Дисперсия - это статистическое измерение, позволяющее определить, насколько далеко каждое число в наборе данных от среднего значения. Отклонение часто изображается этим символом: σ² . Для аналитиков и трейдеров этот расчет может служить индикатором того, как часто меняется число, называемое волатильностью, что также может быть сигналом дальнейших изменений и риска, который они представляют для людей, на которых они влияют. Квадратный корень из дисперсии - это стандартное отклонение (σ), который помогает определить постоянство доходности инвестиций в течение определенного периода времени.
Понимание дисперсии
Чем выше дисперсия числа, тем больше оно отличается от среднего значения, рассчитанного на основе чисел набора данных. С другой стороны, небольшая дисперсия оказывает обратное влияние, приближая показатель к среднему значению, в то время как нулевая дисперсия показывает, что числа имеют одинаковое значение в наборе данных.

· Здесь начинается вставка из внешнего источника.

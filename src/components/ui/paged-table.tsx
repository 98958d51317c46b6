/** A paged list as a table: its loading, error and empty states, the rows loaded so far, and "Show more". */
import type { ReactNode } from "react";
import type { InfiniteData, UseInfiniteQueryResult } from "@tanstack/react-query";
import { DataTable } from "./table.tsx";
import { MoreRows } from "./more-rows.tsx";
import { QueryStatus } from "./states.tsx";
import { rowsOf } from "../../lib/paged.ts";
import type { Page } from "../../../shared/paging.ts";

interface Props<T> {
  query: UseInfiniteQueryResult<InfiniteData<Page<T>>>;
  headings: ReactNode[];
  /** What the empty list says. */
  empty: string;
  /** What the rows are, for "N of M lots". */
  noun: string;
  children: (rows: T[]) => ReactNode;
}

export function PagedTable<T>({ query, headings, empty, noun, children }: Props<T>) {
  const rows = rowsOf(query.data);
  if (query.isPending || query.isError || rows.length === 0) return <QueryStatus query={query} empty={empty} />;
  return (
    <>
      <DataTable headings={headings}>{children(rows)}</DataTable>
      <MoreRows query={query} noun={noun} />
    </>
  );
}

Дисперсия не может быть отрицательным значением, так как квадрат числа никогда не может стать отрицательным значением.
Если говорить об инвестициях, то дисперсия является важным показателем. Волатильность - это показатель риска, который позволяет инвесторам оценить риск, связанный с покупкой конкретного актива, а также его потенциальную прибыльность. Инвесторы могут анализировать дисперсию доходности различных активов в портфеле, чтобы определить наилучшее распределение активов. В финансах дисперсия используется для сравнения производительности элементов портфеля друг с другом и со средним значением.
Как рассчитать дисперсию
В статистике дисперсия рассчитывается путем взятия разницы между каждым числом в наборе данных и средним значением, затем возведения разницы в квадрат, чтобы сделать ее положительной, и, наконец, деления суммы квадратов на количество значений в наборе данных.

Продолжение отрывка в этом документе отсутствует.